Maximizing CUDA utilization. To ensure the GPU reaches its full computational capacity, it is essential to maximize the throughput of the data pipeline. Leveraging customized kernels and torch.compile can significantly speed up execution by fusing operations and reducing overhead. Data loading bottlenecks are mitigated by setting the dataloader to use 4 worker processes with a prefetch factor of 2, ensuring that batches are ready for the GPU as soon as it completes a computation. Additionally, tokenized sequences (and their masks) are pre-calculated and cached during dataset initialization. While this increases system RAM consumption, it removes tokenization overhead from the data retrieval process, further accelerating batch preparation. This caching approach is feasible for this project due to the relatively small dataset size, but it would be unfeasible for significantly larger datasets that exceed system RAM. Finally, padding all sequences in the dataset to a uniform length helps achieve higher and more consistent GPU usage. To fully benefit from this when using torch.compile, dynamic CUDA graph compilation should be disabled (e.g., via torch._inductor.config.triton.cudagraph_skip_dynamic_graphs = False) to prevent unnecessary recompilations for varying input shapes, thereby stabilizing performance.
Limited data and budget. Training a transformer model from scratch traditionally requires massive datasets and extreme computing power.

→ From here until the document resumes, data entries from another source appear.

def predictions_figure(store: Store, sweep_id: str | None = None, *, rule: str | None = None):
    """Predicted against observed on the test split, one panel per model's picked cell."""
    result = _picked(store, sweep_id, rule)
    chosen, facts, rule = result.table, result.facts, rule_label(result.rules[0])
    sid, target = facts.sweep_id, facts.target
    if facts.task == "classification":
        raise QueryError(f"sweep {sid} predicts the classes of {target}; for their test "
                         "predictions draw `foldwise plot calibration` or `foldwise plot roc`.")
    preds = prediction_table(store, sid)
    preds = preds[preds["cell_id"].isin(chosen["cell_id"])]
    if preds.empty:
        raise _nothing_stored(f"test predictions for the {rule} cells", sid)
    colours = model_colours(store, sid)
    models = [m for m in chosen["model"] if m in set(preds["model"])]
    lo = float(min(preds["observed"].min(), preds["predicted"].min()))
    hi = float(max(preds["observed"].max(), preds["predicted"].max()))
    pad = 0.03 * (hi - lo)
    rows, cols = panel_grid(len(models))
    with _style():
        fig = _figure(3.0 * cols + 0.75, 3.0 * rows + 1.0)
        axes = fig.subplots(rows, cols, sharex=True, sharey=True, squeeze=False).ravel()
        for ax, model in zip(axes, models):
            g = preds[preds["model"] == model]
            rmse = float(np.sqrt(np.mean((g["predicted"] - g["observed"]) ** 2)))
            ax.plot([lo - pad, hi + pad], [lo - pad, hi + pad], color=MUTED, linewidth=0.9,
                    linestyle="--", zorder=1)
            ax.scatter(g["observed"], g["predicted"], s=6, alpha=0.45, linewidth=0,
                       color=colours.get(model, PALETTE[0]), zorder=2, rasterized=True)
            ax.set_xlim(lo - pad, hi + pad)
            ax.set_ylim(lo - pad, hi + pad)
            ax.set_aspect("equal")
            ax.grid(axis="x", color=GRID)
            ax.set_title(f"{model}: test RMSE {number(rmse)}", loc="left", fontsize=9)
        for ax in axes[len(models):]:
            ax.set_visible(False)
        label_open_bottoms(axes, len(models), cols)
        fig.supxlabel(f"observed {target}", fontsize=9)
        headline = _headline(fig, "How close are the test-split predictions?",
                             f"{rule} cell of each model, refit on all training rows; "
                             "dashed line: prediction = observation")
        side_label(fig, headline, f"predicted {target}")
    return fig


# -- files ---------------------------------------------------------------------------------
IMAGE_MARKS = {"png": b"tEXtSoftware\x00foldwise figure",
               "svg": b"<dc:title>foldwise figure</dc:title>"}
"""What an image file this module wrote holds near its start, by format (PNG's Software
text, SVG's creator): only such a file is replaced."""


def image_paths(stem: Path, formats=("png", "svg")) -> list[Path]:
    """`stem.<format>` for each format (the format is appended, so a dot in the stem stays),
    each checked before anything is drawn: inside stem's folder, no file in the folder's
    path, and new or an earlier foldwise image of its format."""
    stem = Path(stem)
    hint = "Remove or rename it, or name another folder with --out-dir."
    check_folder(stem.parent, f"image {stem}.*", hint)
    paths = []
    for fmt in formats:
        if fmt not in IMAGE_MARKS:
            raise QueryError(f"unknown image format {fmt!r}; formats: "
                             f"{', '.join(IMAGE_MARKS)}.")
        path = inside(stem.parent, f"{stem.name}.{fmt}")
        check_replaceable(path, IMAGE_MARKS[fmt], "image", hint)
        paths.append(path)
    return paths


def figure_bytes(fig, paths: list[Path], *, dpi: int = 150) -> list[tuple[Path, bytes]]:
    """(path, the figure drawn in the path's format) for each path; nothing is written."""
    files = []
    printable(fig)
    with _style():
        for path in paths:
            fmt = path.suffix[1:]
            buffer = io.BytesIO()
            fig.savefig(buffer, format=fmt, dpi=dpi, metadata=_metadata(fmt))
            files.append((path, buffer.getvalue()))
    return files


def write_images(files: list[tuple[Path, bytes]]) -> list[Path]:
    """Write drawn images (`figure_bytes`), folders created, all whole or none."""
    for folder in dict.fromkeys(path.parent for path, _ in files):
        make_folder(folder, f"images in {folder}", "Name another folder with --out-dir.")
    return write_whole(files, ".figure-")


def save_figure(fig, stem: Path, formats=("png", "svg"), *, dpi: int = 150) -> list[Path]:
    """Write the figure as `stem.<format>` for each format (`image_paths`), all files whole
    or none; return the paths."""
    return write_images(figure_bytes(fig, image_paths(stem, formats), dpi=dpi))
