@main.command()
@_store_option
@click.option("--sweep", "sweep_id", default=None, help="Sweep id or unique prefix [default: latest].")
@_format_option
def summary(store_path, sweep_id, fmt):
    """Summarise a sweep by model: each model's picked cell, CV mean ± SE and test scores.

    \b
      foldwise summary
      foldwise summary --sweep 20261202 --format csv
    """
    _print_summary(_open_store(store_path), sweep_id, fmt)


@main.command()
@_store_option
@_format_option
def sweeps(store_path, fmt):
    """List the sweeps in the store, newest first.

    \b
      foldwise sweeps
    """
    from .read.queries import sweeps as sweeps_df

    emit(sweeps_df(_open_store(store_path)), fmt, title="sweeps")


@main.command()
@click.argument("query")
@_store_option
@_format_option
@click.option("--allow-files", is_flag=True,
              help="Let the query read files (read_csv, read_parquet), never write one; "
                   "runs it in a process Linux Landlock confines to reading.")
def sql(query, store_path, fmt, allow_files):
    """Run one read-only SQL query against the store; it cannot change anything.

    One SELECT (or WITH, DESCRIBE, SUMMARIZE, plain EXPLAIN). Tables: sweeps, cells,
    fold_scores, test_scores, failures, importances, metrics, fold_importances, tree_folds,
    tree_nodes, test_predictions, explained, findings; view: cell_summary.

    \b
      foldwise sql "select model, metric, avg(value) from fold_scores join cells using (sweep_id, cell_id) group by all"
      foldwise sql "select * from cell_summary join read_csv('notes.csv') using (model)" --allow-files
    """
    emit(_open_store(store_path).user_query(query, allow_files=allow_files), fmt)


# -- moving results between stores ---------------------------------------------------------
@main.command()
@click.argument("other")
@_store_option
def merge(other, store_path):
    """Copy every sweep of another store into this one, skipping sweeps it already holds.

    OTHER is a store file, a team store's postgresql:// URL, or a folder written by
    `foldwise export`. Each sweep comes whole (cells, fold and test scores, explain rows),
    all in one transaction; sweeps still running there are left for a later merge.

    \b
      foldwise merge ~/laptop-results.duckdb --store postgresql://ana@db.internal/results
      foldwise merge shared/exports/2026-12
    """
    from .store.transfer import merge_store

    store = _open_store(store_path)
    result = merge_store(store, other)
    copied = {t: n for t, n in result.rows.items() if n}
    click.echo(f"merged {len(result.new_sweeps)} sweep(s) from {other} into {store.path}"
               + (": " + ", ".join(f"{n} {t}" for t, n in copied.items()) if copied else "")
               + ".")
    if result.present:
        click.echo(f"skipped {len(result.present)} sweep(s) already in this store.")
    if result.running:
        click.echo(f"left out {len(result.running)} sweep(s) still marked running there "
                   f"({', '.join(result.running)}); merge again once they finish.", err=True)
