@contextmanager
def refusing_outside(path) -> Iterator[None]:
    """Turn the error of a query that tried a file, the network or an extension its
    connection may not reach (a view or macro of store `path`) into one paragraph."""
    try:
        yield
    except duckdb.Error as exc:
        if not reaches_outside(exc):
            raise
        first = str(exc).strip().splitlines()[0]
        if Path(str(path)).is_dir():  # an export folder: one of its files is a link
            raise StoreError(f"export {path} holds a table file that is a link to a file "
                             f"outside the folder ({first}); foldwise reads only the export's "
                             "own files, so nothing was read from there and nothing was "
                             "written. Export the store again, or ask whoever passed it on "
                             "for a sound copy.") from None
        raise StoreError(f"store {path} holds a view or macro that reaches outside the "
                         f"store ({first}); foldwise reads only a store's own tables, so "
                         "nothing was read from there and nothing was written. The store may "
                         "have been altered: ask whoever passed it on for a sound copy, or "
                         "list its views with foldwise sql \"select view_name, sql from "
                         "duckdb_views() where not internal\".") from None


def _renew_summary_view(con) -> None:
    """A file store's summary view that is not the one this foldwise makes is made again:
    an older one (before its SE and n counted only defined scores, or before it carried
    the cells' complexity tier), or one redefined by another hand."""
    from .shape import summary_view_sql

    stored = con.execute("select sql from duckdb_views() where view_name = 'cell_summary' "
                         "and not temporary").fetchone()
    if stored is None or stored[0] != summary_view_sql():
        con.execute(VIEW_SQL)


def _summary_view(con) -> None:
    """The summary view, made for this connection only (a server keeps no DuckDB views)."""
    try:
        con.execute(VIEW_SQL.replace("create or replace view", "create or replace temp view"))
    except (duckdb.CatalogException, duckdb.BinderException):
        pass  # no tables yet, or tables an upgrade has yet to give their newer columns
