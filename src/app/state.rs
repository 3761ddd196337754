//! The window's state and everything that changes it. Panels read it and return
//! [`Action`]s; [`Workbench::apply`] carries them out. Nothing here draws.
//!
//! Heavy work never runs on the GUI thread: images and checkpoints load on loader threads, the
//! forward pass on the worker (a newer request cancels the pending one), maps and panel pictures
//! on the picture thread, saved figures on an export thread. Results are cached per (image,
//! checkpoint, input policy, normalisation).

use super::actions::{Action, Pick};
use super::export::{export, ExportPaths, ExportRequest, Exported};
use super::loading::{Loaded, Loader, Slot, Wake};
use super::pictures::{DrawKey, Passes, Pictures};
use super::region_doc::RegionDoc;
use super::settings::Settings;
use crate::analysis::compare::{group_drift, Drift, GroupDrift};
use crate::analysis::inspect::{query_attention, QueryAttention};
use crate::analysis::padding::{all_attention_bytes, variant_input, variant_options, Variant};
use crate::analysis::parse_map_kind;
use crate::engine::config::{TrainedWindow, WindowSpec};
use crate::engine::folder::is_checkpoint_folder;
use crate::engine::input::{normalise, DEFAULT_MEMORY_LIMIT};
use crate::engine::model::check_budget;
use crate::engine::worker::{Event, Job};
use crate::engine::{
    Backbone, Config, ConfigOverride, ForwardOptions, LoadReport, Progress, StageOutputs,
};
use crate::error::{Error, Result};
use crate::io::{file_name, is_image_path, is_weights_path};
use std::collections::HashMap;
use std::path::{Path, PathBuf};
use std::sync::mpsc::{channel, Receiver};
use std::sync::Arc;
use std::time::{Duration, Instant};

/// A loaded checkpoint.
pub struct LoadedWeights {
    pub name: String,
    pub path: Option<PathBuf>,
    pub model: Arc<Backbone>,
    pub report: Option<LoadReport>,
    /// Random weights (no learned structure): said so on screen.
    pub random: bool,
}

/// The image on screen, as decoded.
pub struct LoadedImage {
    pub path: PathBuf,
    pub pixels: Arc<image::RgbImage>,
}

#[derive(Clone, Debug, PartialEq)]
pub enum Level {
    Info,
    Error,
}

/// A line in the message log.
#[derive(Clone, Debug)]
pub struct Message {
    pub level: Level,
    pub text: String,
}

/// Take in what an extra pass (the inspector's, a padding study's) sent; its key and result
/// once it finished.
fn poll_extra(slot: &mut Option<Pending>) -> Option<(String, Result<Arc<StageOutputs>>)> {
    let mut finished = None;
    if let Some(p) = slot.as_mut() {
        while let Some(ev) = p.job.poll() {
            match ev {
                Event::Prepared(_) => {}
                Event::Progress(pr) => p.progress = Some(pr),
                Event::Finished(r) => {
                    finished = Some(r);
                    break;
                }
            }
        }
    }
    let result = finished?;
    let p = slot.take()?;
    Some((p.key, result))
}

/// The message log keeps this many lines.
pub const MESSAGE_CAP: usize = 200;

/// How many results the cache keeps.
const CACHE_SIZE: usize = 12;

/// A forward pass's result: the input actually fed and the stage outputs.
pub struct Shown {
    pub key: String,
    pub input: Arc<image::RgbImage>,
    pub outputs: Arc<StageOutputs>,
}

/// The weight drift between the base (A) and the checkpoint (B).
pub struct DriftView {
    /// The files compared: (A, B).
    pub pair: (PathBuf, PathBuf),
    /// The per-tensor rows and what could not be compared, or why the comparison failed.
    pub result: std::result::Result<Drift, String>,
    /// The rows joined into weight groups per block, for the chart.
    pub groups: Vec<GroupDrift>,
}
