//! Two checkpoints compared: linear CKA and cosine against numpy (tests/reference/
//! compare_reference.py, numpy 2.4.6, values in tests/fixtures/compare/expected.json), the
//! invariances of linear CKA stated by Kornblith et al. (2019, "Similarity of Neural Network
//! Representations Revisited", ICML, Sec. 3: orthogonal transforms and isotropic scaling; the
//! index is symmetric), streamed pooled CKA against the direct value, weight drift against
//! numpy, the same weights in two key layouts, the difference map in the shared map machinery,
//! and `mullion compare` / `mullion merge` end to end on the bundled demo pair.

use crate::common::{fixtures, mullion, sample, Run};
use crate::common::{num, read_csv};
use candle_core::{DType, Device, Tensor};
use mullion::analysis::compare::{linear_cka, token_cosines, weight_drift, CkaSums};
use mullion::analysis::{
    prepare_stage_pair, prepare_stages, region_stats, stage_tokens, Map, ScaleSpec,
    TokenDifference, TokenNorm, Tokens,
};
use mullion::engine::checkpoint::{Layout, Part};
use mullion::engine::model::required_parts;
use mullion::engine::{
    random_timm_state_dict, Checkpoint, Config, LayoutKind, Session, SessionOptions,
};
use serde_json::Value;
use std::collections::{BTreeMap, HashMap};
use std::path::{Path, PathBuf};

/// `mullion compare --base A --tuned B --images IMAGES --out OUT`, then `extra`.
fn compare(a: &Path, b: &Path, images: &Path, out: &Path, extra: &[&str]) -> Run {
    let mut args = vec![
        "compare",
        "--base",
        a.to_str().unwrap(),
        "--tuned",
        b.to_str().unwrap(),
        "--images",
        images.to_str().unwrap(),
        "--out",
        out.to_str().unwrap(),
    ];
    args.extend(extra);
    mullion(&args)
}

fn expected() -> Value {
    let text = std::fs::read_to_string(fixtures().join("compare/expected.json")).unwrap();
    serde_json::from_str(&text).unwrap()
}

/// A matrix of the fixture as row-major f32 with its (rows, cols).
fn matrix(v: &Value, key: &str) -> (Vec<f32>, usize, usize) {
    let rows = v[key].as_array().unwrap();
    let cols = rows[0].as_array().unwrap().len();
    let data = rows
        .iter()
        .flat_map(|r| {
            r.as_array()
                .unwrap()
                .iter()
                .map(|x| x.as_f64().unwrap() as f32)
        })
        .collect();
    (data, rows.len(), cols)
}
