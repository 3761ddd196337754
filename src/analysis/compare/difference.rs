//! The difference map: per token, `1 - cos(a_t, b_t)` between two checkpoints' outputs for the
//! same image (0 where the token's direction did not move, up to 2 where it reversed). It is a
//! map kind like the others, but it needs the second forward pass: it implements
//! [`MapKind::compute_pair`] and says so with [`MapKind::needs_pair`].

use super::cosine::token_cosines;
use crate::analysis::map::{stage_tokens, Map, MapKind};
use crate::engine::StageOutputs;
use crate::error::{Error, Result};

/// `1 - cosine` per token between checkpoint A's and checkpoint B's stage outputs.
#[derive(Clone, Copy, Debug, Default)]
pub struct TokenDifference;

impl MapKind for TokenDifference {
    fn id(&self) -> String {
        "difference".into()
    }
    fn label(&self) -> String {
        "1 - cosine(A token, B token)".into()
    }
    fn needs_pair(&self) -> bool {
        true
    }
    fn compute(&self, _out: &StageOutputs, _stage: usize) -> Result<Map> {
        Err(Error::BadArgument(
            "the difference map compares two checkpoints; give a second one".into(),
        ))
    }
    fn compute_pair(
        &self,
        a: &StageOutputs,
        b: Option<&StageOutputs>,
        stage: usize,
    ) -> Result<Map> {
        let Some(b) = b else {
            return self.compute(a, stage);
        };
        let (ta, tb) = (stage_tokens(a, stage)?, stage_tokens(b, stage)?);
        let cos = token_cosines(&ta, &tb)
            .map_err(|e| Error::BadArgument(format!("stage {stage}: {e}")))?;
        Ok(Map::Scalar {
            rows: ta.rows,
            cols: ta.cols,
            values: cos.iter().map(|c| (1.0 - c) as f32).collect(),
        })
    }
}
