impl Controls {
    pub fn ui(&mut self, ui: &mut egui::Ui, bench: &Workbench) -> Vec<Action> {
        let mut next = bench.settings.clone();
        egui::Panel::left("controls")
            .resizable(true)
            .default_size(250.0)
            .show(ui, |ui| {
                egui::ScrollArea::vertical().show(ui, |ui| controls(bench, &mut next, ui));
            });
        if next != bench.settings {
            vec![Action::SetSettings(Box::new(next))]
        } else {
            Vec::new()
        }
    }
}

fn controls(bench: &Workbench, s: &mut Settings, ui: &mut egui::Ui) {
    let n_stages = bench.n_stages();
    ui.heading("Input");
    let mut kind = match s.policy {
        InputPolicy::Native => 0,
        InputPolicy::FitLongSide(_) => 1,
        InputPolicy::Square(_) => 2,
    };
    let mut size = match s.policy {
        InputPolicy::Native => 224,
        InputPolicy::FitLongSide(n) | InputPolicy::Square(n) => n,
    };
    ui.radio_value(&mut kind, 0, "Native size");
    ui.radio_value(&mut kind, 1, "Fit long side");
    ui.radio_value(&mut kind, 2, "Fixed square");
    if kind != 0 {
        ui.horizontal(|ui| {
            labelled_drag(
                ui,
                "size",
                egui::DragValue::new(&mut size)
                    .range(16..=4096)
                    .suffix(" px"),
            );
        });
    }
    s.policy = match kind {
        0 => InputPolicy::Native,
        1 => InputPolicy::FitLongSide(size),
        _ => InputPolicy::Square(size),
    };
    ui.label("Normalisation mean / std");
    ui.horizontal(|ui| {
        if ui.small_button("ImageNet").clicked() {
            s.norm = Normalisation::IMAGENET;
        }
        if ui.small_button("0.5 / 0.5").clicked() {
            s.norm = Normalisation::HALF;
        }
    });
    for c in 0..3 {
        ui.horizontal(|ui| {
            let name = ["R", "G", "B"][c];
            let mean = egui::DragValue::new(&mut s.norm.mean[c])
                .speed(0.005)
                .range(-10.0..=10.0)
                .max_decimals(3);
            labelled_drag(ui, &format!("{name} mean"), mean);
            let std = egui::DragValue::new(&mut s.norm.std[c])
                .speed(0.005)
                .range(0.001..=10.0)
                .max_decimals(3);
            labelled_drag(ui, "std", std);
        });
    }
    if let Some(shown) = &bench.shown {
        let g = &shown.outputs.geometry;
        ui.label(format!("network input {}x{} px", g.image.1, g.image.0));
        ui.label(format!(
            "patch padding +{} right, +{} bottom",
            g.input_pad().1,
            g.input_pad().0
        ));
        for st in &g.stages {
            let (pr, pc) = st.padded();
            ui.small(format!(
                "stage {}: {}x{} tokens, padded to {}x{}",
                st.index, st.grid.1, st.grid.0, pc, pr
            ));
        }
        if let Some(advice) = bench
            .pictures
            .maps
            .as_ref()
            .and_then(|m| m.size_advice.as_ref())
        {
            egui::CollapsingHeader::new("Sizes without padding")
                .default_open(false)
                .show(ui, |ui| {
                    for line in advice.lines() {
                        ui.small(line);
                    }
                });
        }
    }

    padding_rules(bench, s, ui);

    ui.separator();
    ui.heading("Map");
    egui::ComboBox::from_label("kind")
        .selected_text(match s.map_kind.as_str() {
            "channel" => "one channel",
            "pca" => "PCA to RGB",
            "difference" => DIFFERENCE_LABEL,
            "padding" => "padding sensitivity",
            "pad-order" => "pad-order disagreement",
            "pad-attention" => "attention on padding",
            _ => "token L2 norm",
        })
        .show_ui(ui, |ui| {
            ui.selectable_value(&mut s.map_kind, "norm".to_string(), "token L2 norm");
            ui.selectable_value(&mut s.map_kind, "channel".to_string(), "one channel");
            ui.selectable_value(&mut s.map_kind, "pca".to_string(), "PCA to RGB");
            if bench.base.is_some() {
                ui.selectable_value(&mut s.map_kind, "difference".to_string(), DIFFERENCE_LABEL);
            }
            ui.separator();
            ui.selectable_value(
                &mut s.map_kind,
                "padding".to_string(),
                "padding sensitivity",
            );
            ui.selectable_value(
                &mut s.map_kind,
                "pad-order".to_string(),
                "pad-order disagreement",
            );
            ui.selectable_value(
                &mut s.map_kind,
                "pad-attention".to_string(),
                "attention on padding",
            );
        });
    padding_kind_options(bench, s, ui);
    if bench.base.is_some() {
        ui.small(if s.map_kind == "difference" {
            "the lens, regions and Save figure use the difference; the A and B rows show token norms"
        } else {
            "the strip shows A, B and 1 - cosine per stage; the lens and regions use B"
        });
    }
    if s.map_kind == "channel" {
        ui.horizontal(|ui| {
            labelled_drag(
                ui,
                "channel",
                egui::DragValue::new(&mut s.channel).range(0..=4095),
            );
        });
        if let Some(maps) = bench.pictures.maps.as_deref() {
            let stage = s.focus_stage.min(maps.ranking.len().saturating_sub(1));
            if let Some(ranked) = maps.ranking.get(stage) {
                ui.small(format!("strongest in stage {stage} (by mean):"));
                ui.horizontal_wrapped(|ui| {
                    for (ch, mean) in ranked {
                        if ui.small_button(format!("{ch} ({mean:.2})")).clicked() {
                            s.channel = *ch;
                        }
                    }
                });
            }
            if let Some(w) = maps.outputs.stages.get(stage).and_then(|t| t.dim(2).ok()) {
                ui.small(format!(
                    "stage {stage} has channels 0 to {}",
                    w.saturating_sub(1)
                ));
            }
        }
    }
    egui::ComboBox::from_label("colours")
        .selected_text(s.colormap.clone())
        .show_ui(ui, |ui| {
            for c in ["viridis", "magma", "cividis"] {
                ui.selectable_value(&mut s.colormap, c.to_string(), c);
            }
        });
    ui.checkbox(&mut s.shared_scale, "One scale for all stages");
    ui.checkbox(&mut s.log_scale, "Log scale");
    ui.horizontal(|ui| {
        labelled_drag(
            ui,
            "clip low %",
            egui::DragValue::new(&mut s.clip_low)
                .range(0.0..=49.0)
                .speed(0.1),
        );
        labelled_drag(
            ui,
            "high %",
            egui::DragValue::new(&mut s.clip_high)
                .range(51.0..=100.0)
                .speed(0.1),
        );
    });

    ui.separator();
    ui.heading("Windows");
    ui.checkbox(&mut s.show_regular, "Regular window grid");
    ui.checkbox(&mut s.show_shifted, "Shifted window grid");
    ui.checkbox(&mut s.show_padding, "Hatch padding");
    let max_pair = bench.weights.as_ref().map_or(0, |w| {
        w.model
            .config
            .depths
            .iter()
            .max()
            .copied()
            .unwrap_or(2)
            .saturating_sub(1)
            / 2
    });
    ui.horizontal(|ui| {
        labelled_drag(
            ui,
            "block pair",
            egui::DragValue::new(&mut s.block_pair).range(0..=max_pair),
        );
    });
    ui.small("pair k draws block 2k (regular) and 2k+1 (shifted)");
    // Say which blocks each stage really draws: stages with fewer blocks fall back.
    if let Some(shown) = &bench.shown {
        let overlays = s.overlays();
        for st in &shown.outputs.geometry.stages {
            let (regular, shifted) = overlays.blocks(st);
            let first = (overlays.block.min(st.blocks.len().saturating_sub(1)) / 2) * 2;
            let text = match (regular, shifted) {
                (Some(_), Some(_)) => {
                    format!("stage {}: blocks {first} and {}", st.index, first + 1)
                }
                (Some(_), None) => format!(
                    "stage {}: block {first} only (no shifted block: windows clamped or one block)",
                    st.index
                ),
                _ => format!("stage {}: no block", st.index),
            };
            let fell_back = first != overlays.block;
            ui.small(if fell_back {
                format!("{text} (has {} blocks)", st.blocks.len())
            } else {
                text
            });
        }
    }

    ui.separator();
    ui.heading("Lens");
    ui.horizontal(|ui| {
        let last = n_stages.saturating_sub(1);
        labelled_drag(
            ui,
            "lens stage",
            egui::DragValue::new(&mut s.focus_stage).range(0..=last),
        );
    });
    ui.add(egui::Slider::new(&mut s.opacity, 0.0..=1.0).text("map opacity"));

    ui.separator();
    inspector(bench, s, ui);
}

This project was developed on a workstation featuring a single NVIDIA RTX 3090 (24GB VRAM), 128GB of system RAM, and an AMD EPYC 7642 (48 cores, 96 threads). While this setup is remarkably powerful for single-GPU development, it represented a significant architectural limitation compared to industrial-scale clusters. Training on datasets like Europarl (~80M tokens) provides a practical middle ground: it is large enough to demonstrate the model's learning capacity while remaining small enough to achieve convergence within 2 hours on this hardware. This allowed for extensive experimentation and rapid architectural iteration without the prohibitive costs or time requirements of scaling to billions of tokens.
Mixed precision training. Using lower precision formats like BFloat16 (BF16) or Float16 (FP16) halves the memory required for activations during backpropagation. While BF16 maintains training stability naturally due to its wide dynamic range, FP16 has a narrower range and requires gradient scaling. This technique scales the loss before backpropagation to prevent gradients with small magnitudes from underflowing to zero. Before the weights are updated by the optimizer, these gradients are explicitly unscaled. Unscaling is crucial because it ensures the gradient norm is calculated at the correct magnitude, which prevents excessively aggressive gradient clipping and maintains training stability. Finally, to preserve numerical precision during the updates, critical variables like the master weights and optimizer states are kept in higher precision.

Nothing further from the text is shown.